Die für Anfang März angekündigte Präsentation hat Woelki dann sehr kurzfristig abgesagt. Aber nicht wegen Corona, sondern wegen Einsprüchen des Hamburger Erzbischofs Stefan Heße, der vorher Leiter der Personalabteilung, dann Generalvikar und Weihbischof in Köln war. Der nächste Dreh: Das Kölner Erzbistum zog – ohne den Betroffenenbeirat – andere Gutachter hinzu, die die Missbrauchsstudie der Münchner Kanzlei als unbrauchbar einstuften. Schließlich trennte sich das Erzbistum von der Münchner Kanzlei. Die Art und Weise, wie dies unabgestimmt mit dem Betroffenenbeirat erfolgte, sieht dieser zu Recht als neuerlichen Missbrauch der Betroffenen.

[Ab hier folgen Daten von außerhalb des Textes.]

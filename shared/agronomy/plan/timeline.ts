import { PASS_COUNT } from './problem'

/**
 * What happens in one run under one order: for every pass of every field (node field · 5 + pass) the pieces of work,
 * each at one steady rate. Made once, filled again for every run.
 */
export interface Timeline {
  /** pieces of a node: first, first + 1, …, first + count − 1 */
  first: Int32Array
  count: Int32Array
  /** hour in which the last acre is done; 0 when nothing was left, Infinity when it isn't finished within the horizon */
  finishedAt: Float64Array
  /** machine that works the node; −1: none */
  machine: Int32Array
  /** pieces in use */
  used: number
  /** hours */
  from: Float64Array
  to: Float64Array
  /** acres of the pass done in the field by then, what was done before the plan included */
  acFrom: Float64Array
  acTo: Float64Array
}

/** Pieces per node to start with; more are made when a run needs them. */
const ROOM_PER_NODE = 8

/** An empty timeline for a number of fields, written anew for each run. */
export function createTimeline(fields: number): Timeline {
  const nodes = fields * PASS_COUNT
  const room = Math.max(1, nodes * ROOM_PER_NODE)
  return {
    first: new Int32Array(nodes),
    count: new Int32Array(nodes),
    finishedAt: new Float64Array(nodes),
    machine: new Int32Array(nodes),
    used: 0,
    from: new Float64Array(room),
    to: new Float64Array(room),
    acFrom: new Float64Array(room),
    acTo: new Float64Array(room),
  }
}

/** Makes a node the one that addPiece adds to. */
export function openNode(timeline: Timeline, node: number, machine: number): void {
  timeline.first[node] = timeline.used
  timeline.count[node] = 0
  timeline.finishedAt[node] = Infinity
  timeline.machine[node] = machine
}

/** Adds a piece to the node that was opened last. */
export function addPiece(timeline: Timeline, node: number, from: number, to: number, acFrom: number, acTo: number): void {
  if (timeline.used === timeline.from.length) grow(timeline)
  const piece = timeline.used++
  timeline.from[piece] = from
  timeline.to[piece] = to
  timeline.acFrom[piece] = acFrom
  timeline.acTo[piece] = acTo
  timeline.count[node]!++
}

function grow(timeline: Timeline): void {
  for (const column of ['from', 'to', 'acFrom', 'acTo'] as const) {
    const wider = new Float64Array(timeline[column].length * 2)
    wider.set(timeline[column])
    timeline[column] = wider
  }
}

/** Hour by which a node has done so many acres; Infinity when it never has. @param doneAc - acres done before the plan */
export function hourWhenDone(timeline: Timeline, node: number, acres: number, doneAc: number): number {
  if (doneAc >= acres) return 0
  const end = timeline.first[node]! + timeline.count[node]!
  for (let piece = timeline.first[node]!; piece < end; piece++) {
    const acTo = timeline.acTo[piece]!
    if (acTo < acres) continue
    const acFrom = timeline.acFrom[piece]!
    const from = timeline.from[piece]!
    return from + (timeline.to[piece]! - from) * Math.max(0, acres - acFrom) / (acTo - acFrom)
  }
  return Infinity
}
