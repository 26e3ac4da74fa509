import type { HourlyWeather } from '../../../shared/agronomy/weather/hourly'
import type { ForecastId, PlaceId } from '../../../shared/types/ids'
import type { Db } from '../../db/client'
import { unpackBlock } from '../../db/forecast-block'
import { findNewestForecast, type ForecastRow } from '../../db/queries/forecasts'
import { listHours } from '../../db/queries/hourly-weather'
import { FORECAST_VARIABLES, RUN_VARIABLES, type WeatherVariable } from '../../gateways/weather/weather-gateway'
import { freshness } from './freshness'

const HOUR_MS = 3_600_000

export interface PlaceWeather {
  /** analysed hours up to the current one; the last of them may still be the forecast's own */
  past: HourlyWeather
  /** the single best forecast, from the current hour on */
  forecast: HourlyWeather & { gustMs: Float64Array, windDirectionDeg: Float64Array }
  /** one element a run, from the current hour on */
  runs: HourlyWeather[]
  issuedAt: Date | null
  fetchedAt: Date
  source: string
  model: string
  elevationM: number | null
}

/**
 * A place's weather around an instant, cut to whole hours.
 *
 * @returns a plain sentence instead when there is none that may be used
 */
export function weatherFor(db: Db, place: { id: PlaceId, elevationM: number | null }, at: Date, options: { pastHours: number, aheadHours: number }): PlaceWeather | { missing: string } {
  const hour = Math.floor(at.getTime() / HOUR_MS) * HOUR_MS
  const forecastRow = findNewestForecast(db, place.id, 'forecast', at)
  const runsRow = findNewestForecast(db, place.id, 'runs', at)
  if (!forecastRow || !runsRow) return { missing: 'No forecast has come for it yet' }
  if (freshness(forecastRow, runsRow, at) === 'expired') return { missing: 'Its forecast is too old to work anything out from' }
  const whole = columnsOf(forecastRow, FORECAST_VARIABLES)[0]!
  const past = pastOf(db, place.id, hour, options.pastHours, forecastRow, whole)
  if (!past) return { missing: 'Its past weather has a gap' }
  return {
    past,
    forecast: ahead(forecastRow, whole, hour, options.aheadHours),
    runs: columnsOf(runsRow, RUN_VARIABLES).map(run => ahead(runsRow, run, hour, options.aheadHours)),
    issuedAt: runsRow.issuedAt,
    fetchedAt: forecastRow.fetchedAt,
    source: forecastRow.source,
    model: runsRow.model,
    elevationM: place.elevationM,
  }
}

/** Forecasts kept unpacked, the newest used last: the runs of one are some 300 kB. */
const MOST_UNPACKED = 64
const unpacked = new Map<ForecastId, Record<WeatherVariable, Float64Array>[]>()

/** A stored forecast's values, an element a run; a forecast never changes. Nobody writes to them. */
function columnsOf<Variable extends WeatherVariable>(row: ForecastRow, variables: readonly Variable[]): Record<Variable, Float64Array>[] {
  const known = unpacked.get(row.id)
  const columns = known ?? unpackBlock(row.data, variables, row.runs, row.hours) as Record<WeatherVariable, Float64Array>[]
  unpacked.delete(row.id)
  unpacked.set(row.id, columns)
  if (unpacked.size > MOST_UNPACKED) unpacked.delete(unpacked.keys().next().value!)
  return columns
}

/** Hours of a stored forecast from the current one on. */
function ahead<Column extends WeatherVariable>(row: ForecastRow, columns: Record<Column, Float64Array>, hour: number, most: number): HourlyWeather & Record<Column, Float64Array> {
  const skipped = Math.max(0, (hour - row.startsAt.getTime()) / HOUR_MS)
  const hours = Math.max(0, Math.min(most, row.hours - skipped))
  const cut = Object.fromEntries(Object.entries<Float64Array>(columns).map(([name, column]) => [name, column.subarray(skipped, skipped + hours)]))
  return { startsAt: row.startsAt.getTime() / 1000 + skipped * 3600, hours, ...cut } as HourlyWeather & Record<Column, Float64Array>
}

/** Analysed hours in a row; those since the last pull, which are not analysed yet, are taken from the forecast. */
function pastOf(db: Db, placeId: PlaceId, hour: number, hours: number, row: ForecastRow, columns: Record<WeatherVariable, Float64Array>): HourlyWeather | null {
  const stored = listHours(db, placeId, new Date(hour - hours * HOUR_MS), new Date(hour))
  if (stored.length === 0) return null
  const startsAt = stored[0]!.startsAt.getTime()
  const count = (hour - startsAt) / HOUR_MS
  const past: HourlyWeather = { startsAt: startsAt / 1000, hours: count, rainMm: new Float64Array(count), temperatureC: new Float64Array(count), humidityPct: new Float64Array(count), windMs: new Float64Array(count), radiationWm2: new Float64Array(count) }
  for (let i = 0; i < count; i++) {
    const at = startsAt + i * HOUR_MS
    const known = stored[i]
    const ahead = (at - row.startsAt.getTime()) / HOUR_MS
    if (known && known.startsAt.getTime() !== at) return null
    if (!known && !(ahead >= 0 && ahead < row.hours)) return null
    for (const name of RUN_VARIABLES) past[name][i] = known ? known[name] : columns[name][ahead]!
  }
  return past
}
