import type { StretchLists } from './problem'

/** Rain in an hour that stops work in it, mm: 0.01 in, the least that counts as measurable (AMS Glossary). */
export const STOPPING_RAIN_MM = 0.254
/** Hours on end that ground must be workable to count as fit again after rain. A design choice: a pause in the rain is not. */
const AGAIN_HOURS = 6

/** Collects the stretch lists of one ground: for each run, its five passes. */
export class StretchListBuilder {
  private readonly starts: number[] = [0]
  private readonly bounds: number[] = []

  /**
   * Adds the list of one pass: the hours that are flagged, without those in which it rains.
   *
   * @param flags - 1 for each hour in which the ground may be worked
   * @param rainMm - mm in each hour
   * @param rainAt - hour in which the rain starts, which is lost whatever falls in it
   * @param offset - index of the plan's first hour in `flags` and `rainMm`
   * @param hours - length of the plan
   */
  add(flags: Uint8Array, rainMm: Float64Array, rainAt: number, offset: number, hours: number): void {
    let open = false
    for (let hour = 0; hour <= hours; hour++) {
      const may = hour < hours && mayWork(flags, rainMm, offset + hour) && hour !== rainAt
      if (may !== open) this.bounds.push(hour)
      open = may
    }
    this.starts.push(this.bounds.length)
  }

  build(): StretchLists {
    return { starts: Int32Array.from(this.starts), bounds: Float64Array.from(this.bounds) }
  }
}

function mayWork(flags: Uint8Array, rainMm: Float64Array, index: number): boolean {
  return flags[index] === 1 && !(rainMm[index]! >= STOPPING_RAIN_MM)
}

/**
 * First hour after the rain has started in which the ground is fit again, for six hours on end.
 *
 * @param flags - 1 for each hour in which it may be planted
 * @param rainMm - mm in each hour
 * @param rainAt - hour of the plan in which the rain starts
 * @param offset - index of the plan's first hour in `flags` and `rainMm`
 * @param end - index behind the last hour that counts
 * @returns hour of the plan; Infinity when not by then
 */
export function fitAgainAt(flags: Uint8Array, rainMm: Float64Array, rainAt: number, offset: number, end: number): number {
  let held = 0
  for (let index = offset + rainAt + 1; index < end; index++) {
    held = mayWork(flags, rainMm, index) ? held + 1 : 0
    if (held === AGAIN_HOURS) return index - offset - AGAIN_HOURS + 1
  }
  return Infinity
}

Nur wenige Tage später veröffentlichte das Bistum Aachen (das zur Kirchenprovinz Köln gehört) seine eigene Missbrauchsstudie. Auch die hat die in Köln gerade geschasste Münchner Kanzlei erstellt. Diese Studie attestiert dem Bistum ein „System der Verantwortungslosigkeit“. Von Kirchenrechtlichern wird diese jetzt als „Goldstandard“ gewertet.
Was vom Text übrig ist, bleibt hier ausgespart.